Перекрестился Душан, переступил через порог и за перегородку заглянул – там другая горенка, только поменьше, тоже совсем пустая, имелась.

Скинул Душан с плеч котомку, очертил с молитвой ножом между стеной и печью на плотном земляном полу круг и стал в нем устраиваться на ночь. Хоть и раскрыт был со всех сторон приют, а все же спокойнее, чем в лесу!

Сунул Душан сумку в изголовье, положил рядом с собой штап и нож, растянулся на полу и как потекла усталь из ног в землю… Приник немного погодя ухом – тишина везде нерушимая!.. месяц желтый прямо в лицо глядит, окно словно в воде на полу отражается… И как камень ко дну пошел Душан – уснул!

* * *

Обеспокоило что-то во сне сердце Душана… он открыл глаза.

Горенка по-прежнему задымлена месячным светом; у стены бугорок краснеет – большой кусок мяса как будто; нож блестит в него воткнутый…

Заморгал глазами Душан и сел.

– Сплю, что ли, я?.. – Пусто ведь было в хате, не лежало ничего у стены?

И только повел так в мыслях – похолодел весь: из-за угла печи фосфорные глаза на него уставились; показались густые усы и сизое широкое лицо.

С минуту вглядывался человек в Душана; на бритые щеки всползла усмешка.

– Проснулся, брате? – сипло выговорил. – Здорово же ты спал! Добро пожаловать; вставай, вечерять вместе будем!..

И засопел, причмокнул; потом повернулся, грузно пошел к мясу и сел.

– Иди же?.. – повторил.

У Душана отлегло от сердца: не тронул его незнакомец, вечерять зовет, значит, добрый человек!

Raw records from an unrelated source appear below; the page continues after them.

import {
  type GravimetricReplicateInput,
  METROLOGY_LIBRARY_VERSION,
  MetrologyInputError,
  type ReplicateReadings,
  type ToleranceLimit,
  type VesselKind,
  type AccuracyClass,
  evaluateGravimetricPoint,
  lookupTolerance,
  netMassG,
  waterDensity,
} from '@registry/metrology';

import { type ResolvedAir, requireAirBelowWater, resolveAir } from '../calculations/air';
import { type ApiWarning, renamed, renameWarnings, withFieldPaths } from '../calculations/field-paths';
import { presentGravimetric } from '../calculations/gravimetric.presenter';
import type { GravimetricVolumeRequest } from '../calculations/gravimetric.schemas';
import type { DeliveryMode } from '../vessels/vessel-rules';
import type { CalibrationInputs, CalibrationResults, Verdict } from './calibration.responses';

/**
 * The acceptance rule, stated in every result: each point is judged against
 * the vessel's own acceptance limit (the class-table limit of its nominal
 * volume, or the lab's override), never against the limit of a smaller
 * vessel. The class standards say so: ISO 385 (burettes), ISO 835 (graduated
 * pipettes) and ISO 4788 (cylinders) state the MPE "at any point of the scale",
 * and for variable piston pipettes ISO 8655-2 applies the nominal volume's
 * limits at every selected volume (see the tolerance tables' notes).
 */
export const ACCEPTANCE_RULE =
  "Every point is judged against the vessel's acceptance limit (class table at the nominal volume, or the lab's override); " +
  'the class MPE applies at any point of the scale.';

/** What the computation needs to know about the vessel and balance. */
export interface ComputationSubject {
  readonly vessel: {
    readonly kind: VesselKind;
    readonly accuracyClass: AccuracyClass;
    readonly classStandard: string | null;
    readonly nominalVolumeMl: string;
    readonly expansionCoefficientPerK: string;
    readonly limitMl: string | null;
    readonly limitSource: 'class-table' | 'lab-override' | 'none';
    readonly limitReason: string | null;
  };
  readonly deliveryMode: DeliveryMode;
  /** The balance record's adjustment-weight density, used unless the inputs give one. */
  readonly balanceWeightDensityKgPerM3: string;
}

export type ComputedResults = Omit<CalibrationResults, 'traceability'>;

/** Every point through the metrology library; a refused input leaves as a 422 naming `points.<i>...`. */
export function computeCalibration(inputs: CalibrationInputs, subject: ComputationSubject, computedAt: Date): ComputedResults {
  const air = resolveAir(inputs);
  const weightDensity = inputs.weightDensityKgPerM3 ?? subject.balanceWeightDensityKgPerM3;
  const published = publishedLimit(subject.vessel);
  const acceptance = acceptanceOf(subject.vessel, published);
  const points = inputs.points.map((point, i) => {
    const prefix = `points.${i}.`;
    const rename = renamed([
      [/^replicates\.(\d+)\.temperatureC$/, `${prefix}replicates.$1.waterTemperatureC`],
      [/^air\.airDensityKgPerM3$/, 'airDensityKgPerM3'],
      [/^(model\.netMassG|replicateVolumesMl|values|replicates)$/, `${prefix}replicates`],
      [/^(nominal|nominalVolumeMl)$/, `${prefix}nominalVolumeMl`],
      [/^(expansionCoefficientPerK|labOverride\..*|limitMl|randomLimitMl)$/, 'vesselId'],
    ]);
    const replicates = point.replicates.map((r, j) => checkedReplicate(r, subject.deliveryMode, `${prefix}replicates.${j}.`, air, inputs));
    const result = withFieldPaths(rename, () =>
      evaluateGravimetricPoint({
        nominalVolumeMl: point.nominalVolumeMl,
        replicates,
        air: { airDensityKgPerM3: air.densityKgPerM3 },
        weightDensityKgPerM3: weightDensity,
        expansionCoefficientPerK: subject.vessel.expansionCoefficientPerK,
        waterAirSaturated: inputs.waterAirSaturated ?? false,
        uncertainties: inputs.uncertainties,
        acceptance,
      }),
    );
    const equivalent: GravimetricVolumeRequest = {
      deliveryMode: subject.deliveryMode,
      nominalVolumeMl: point.nominalVolumeMl,
      replicates: point.replicates,
      weightDensityKgPerM3: weightDensity,
      expansionCoefficientPerK: subject.vessel.expansionCoefficientPerK,
      uncertainties: inputs.uncertainties,
    };
    return presentGravimetric(equivalent, air, result, published, renameWarnings(result.warnings, rename));
  });
  const warnings: ApiWarning[] = [...air.warnings];
  if (published?.verification === 'from-memory' && subject.vessel.limitSource === 'class-table') {
    warnings.push({
      code: 'published-limit-unverified',
      field: 'vesselId',
      message: `the ${published.source} limit used was transcribed from memory and not yet checked against the standard`,
    });
  }
  return {
    libraryVersion: METROLOGY_LIBRARY_VERSION,
    computedAt: computedAt.toISOString(),
    verdict: overallVerdict(points.map((p) => p.verdict.verdict)),
    airDensityKgPerM3: points[0]?.airDensityKgPerM3 ?? air.densityKgPerM3.toFixed(),
    airDensitySource: air.source,
    weightDensityKgPerM3: weightDensity,
    weightDensitySource: inputs.weightDensityKgPerM3 === undefined ? 'balance' : 'given',
    expansionCoefficientPerK: subject.vessel.expansionCoefficientPerK,
    acceptance: {
      rule: ACCEPTANCE_RULE,
      limitMl: subject.vessel.limitSource === 'none' ? null : subject.vessel.limitMl,
      randomLimitMl: published?.randomLimitMl?.toFixed() ?? null,
      limitSource: subject.vessel.limitSource,
      limitReason: subject.vessel.limitReason,
    },
    points,
    warnings,
  };
}

/** fail if any point fails; pass if every point passes; otherwise no limit was known. */
export function overallVerdict(verdicts: readonly Verdict[]): Verdict {
  if (verdicts.includes('fail')) return 'fail';
  if (verdicts.length > 0 && verdicts.every((v) => v === 'pass')) return 'pass';
  return 'no-limit';
}

function acceptanceOf(vessel: ComputationSubject['vessel'], published: ToleranceLimit | null) {
  const randomLimitMl = published?.randomLimitMl ?? null;
  if (vessel.limitSource === 'none' || vessel.limitMl === null) return { limitMl: null };
  if (vessel.limitSource === 'lab-override') {
    return { limitMl: null, randomLimitMl, labOverride: { limitMl: vessel.limitMl, reason: vessel.limitReason ?? 'laboratory limit' } };
  }
  return { limitMl: vessel.limitMl, randomLimitMl };
}

/** The published class limit at the vessel's nominal volume (for its random-error limit and the source it names). */
function publishedLimit(vessel: ComputationSubject['vessel']): ToleranceLimit | null {
  try {
    return lookupTolerance({
      kind: vessel.kind,
      accuracyClass: vessel.accuracyClass,
      nominalVolumeMl: vessel.nominalVolumeMl,
      standard: vessel.classStandard ?? 'ISO',
    });
  } catch (error) {
    // A standard the tables do not know (the lab named its own): no published limit.
    if (error instanceof MetrologyInputError) return null;
    throw error;
  }
}

/** Checks one replicate before the point is evaluated, so that a refusal names its own path. */
function checkedReplicate(
  r: CalibrationInputs['points'][number]['replicates'][number],
  mode: DeliveryMode,
  path: string,
  air: ResolvedAir,
  inputs: CalibrationInputs,
): GravimetricReplicateInput {
  const readings: ReplicateReadings =
    mode === 'contain'
      ? { mode, filledG: r.filledG ?? '', emptyG: r.emptyG ?? '' }
      : { mode, beforeG: r.beforeG ?? '', afterG: r.afterG ?? '' };
  const inReplicate = (field: string) => `${path}${field === 'temperatureC' ? 'waterTemperatureC' : field}`;
  const water = withFieldPaths(inReplicate, () => {
    netMassG(readings);
    return waterDensity({ temperatureC: r.waterTemperatureC, airSaturated: inputs.waterAirSaturated ?? false });
  });
  requireAirBelowWater(air, water.densityKgPerM3);
  return { readings, waterTemperatureC: r.waterTemperatureC };
}
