CREATE FUNCTION due_track() RETURNS trigger LANGUAGE plpgsql AS $$
BEGIN
  CASE TG_TABLE_NAME
    WHEN 'vessels' THEN
      PERFORM due_refresh('vessel', NEW.id);
      IF TG_OP = 'UPDATE' AND OLD.asset_tag IS DISTINCT FROM NEW.asset_tag THEN
        PERFORM due_refresh('factor', f.id) FROM factors f WHERE f.vessel_id = NEW.id AND f.state = 'current';
      END IF;
    WHEN 'calibrations' THEN
      IF NEW.state = 'approved' OR (TG_OP = 'UPDATE' AND OLD.state = 'approved') THEN
        PERFORM due_refresh('vessel', NEW.vessel_id);
      END IF;
    WHEN 'balances' THEN
      PERFORM due_refresh('balance-calibration', NEW.id);
      PERFORM due_refresh('balance-check', NEW.id);
    WHEN 'balance_checks' THEN PERFORM due_refresh('balance-check', NEW.balance_id);
    WHEN 'reference_weights' THEN PERFORM due_refresh('reference-weight', NEW.id);
    WHEN 'instruments' THEN PERFORM due_refresh('instrument', NEW.id);
    WHEN 'factors' THEN PERFORM due_refresh('factor', NEW.id);
    WHEN 'subject_intervals' THEN PERFORM due_refresh(NEW.subject_kind, NEW.subject_id);
    WHEN 'people' THEN
      PERFORM due_refresh('factor', f.id) FROM factors f WHERE f.person_id = NEW.id AND f.state = 'current';
    WHEN 'labs' THEN PERFORM due_refresh_lab(NEW.id, NULL);
    WHEN 'due_policies' THEN
      IF TG_OP = 'DELETE' THEN
        PERFORM due_refresh_lab(OLD.lab_id, OLD.subject_kind);
        RETURN NULL;
      END IF;
      PERFORM due_refresh_lab(NEW.lab_id, NEW.subject_kind);
  END CASE;
  RETURN NULL;
END $$;

CREATE TRIGGER due_track AFTER INSERT OR UPDATE ON vessels FOR EACH ROW EXECUTE FUNCTION due_track();
CREATE TRIGGER due_track AFTER INSERT OR UPDATE OF state ON calibrations FOR EACH ROW EXECUTE FUNCTION due_track();
CREATE TRIGGER due_track AFTER INSERT OR UPDATE ON balances FOR EACH ROW EXECUTE FUNCTION due_track();
CREATE TRIGGER due_track AFTER INSERT ON balance_checks FOR EACH ROW EXECUTE FUNCTION due_track();
CREATE TRIGGER due_track AFTER INSERT OR UPDATE ON reference_weights FOR EACH ROW EXECUTE FUNCTION due_track();
CREATE TRIGGER due_track AFTER INSERT OR UPDATE ON instruments FOR EACH ROW EXECUTE FUNCTION due_track();
CREATE TRIGGER due_track AFTER INSERT OR UPDATE OF state ON factors FOR EACH ROW EXECUTE FUNCTION due_track();
CREATE TRIGGER due_track AFTER INSERT OR UPDATE ON subject_intervals FOR EACH ROW EXECUTE FUNCTION due_track();
CREATE TRIGGER due_track AFTER UPDATE OF display_name ON people FOR EACH ROW EXECUTE FUNCTION due_track();
CREATE TRIGGER due_track AFTER UPDATE OF time_zone, balance_check_window_days ON labs FOR EACH ROW
  WHEN (OLD.time_zone IS DISTINCT FROM NEW.time_zone OR OLD.balance_check_window_days IS DISTINCT FROM NEW.balance_check_window_days)
  EXECUTE FUNCTION due_track();
CREATE TRIGGER due_track AFTER INSERT OR UPDATE OR DELETE ON due_policies FOR EACH ROW EXECUTE FUNCTION due_track();

-- Subjects registered before this migration.
INSERT INTO due_dates (subject_kind, subject_id, lab_id, subject_label, person_id, due_on, due_soon_on, last_done_at, interval_days, basis, policy_id)
SELECT subject_kind, subject_id, lab_id, subject_label, person_id, due_on, due_soon_on, last_done_at, interval_days, basis, policy_id
FROM due_computed;

-- Notices: the scheduler's query and the notices list --------------------------------------------
CREATE INDEX notices_lab_event_idx ON notices (lab_id, event_kind, raised_at DESC);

Есть Душану не хотелось – все кости разломило от ночного похода… лег опять.

– Спасибо!.. – ответил. – Сыт я… притомился очень!..

Что-то проворчал человек, стал есть один… будто лошадь рядом ячмень захрустела.

Опять потонул – уснул Душан.

* * *

Во второй раз проснулся он.

В хате темней стало – месяц закатываться начал; между стеной и печью, шагах в двух расстояния, на корточках сидел тот же человек; руки его были вытянуты, он не то шарил что-то, не то старался дотянуться до Душана; волчьи глаза освещали лицо – оно стало совсем черно-синее.

– Брате, подойти поближе ко мне?.. – пробормотал незнакомец. – Слово тебе скажу великое!..

Упал головой назад, на сумку, Душан и ничего не слыхал и не видал больше…

Утром поздно поднялся он – солнце давно заливало светом хату. Потерь он ладонями лицо и сразу вспомнил происшедшее.

Смотрит – нет ничего кругом, горенка пуста по-прежнему.

Поднялся Душан, заглянул в соседнюю – и там никого… в выбитое окно лиловые шишки бурьяна засматривают. Перекрестился Душан.

– Какой чудной сон пригрезился?!.. – подумал.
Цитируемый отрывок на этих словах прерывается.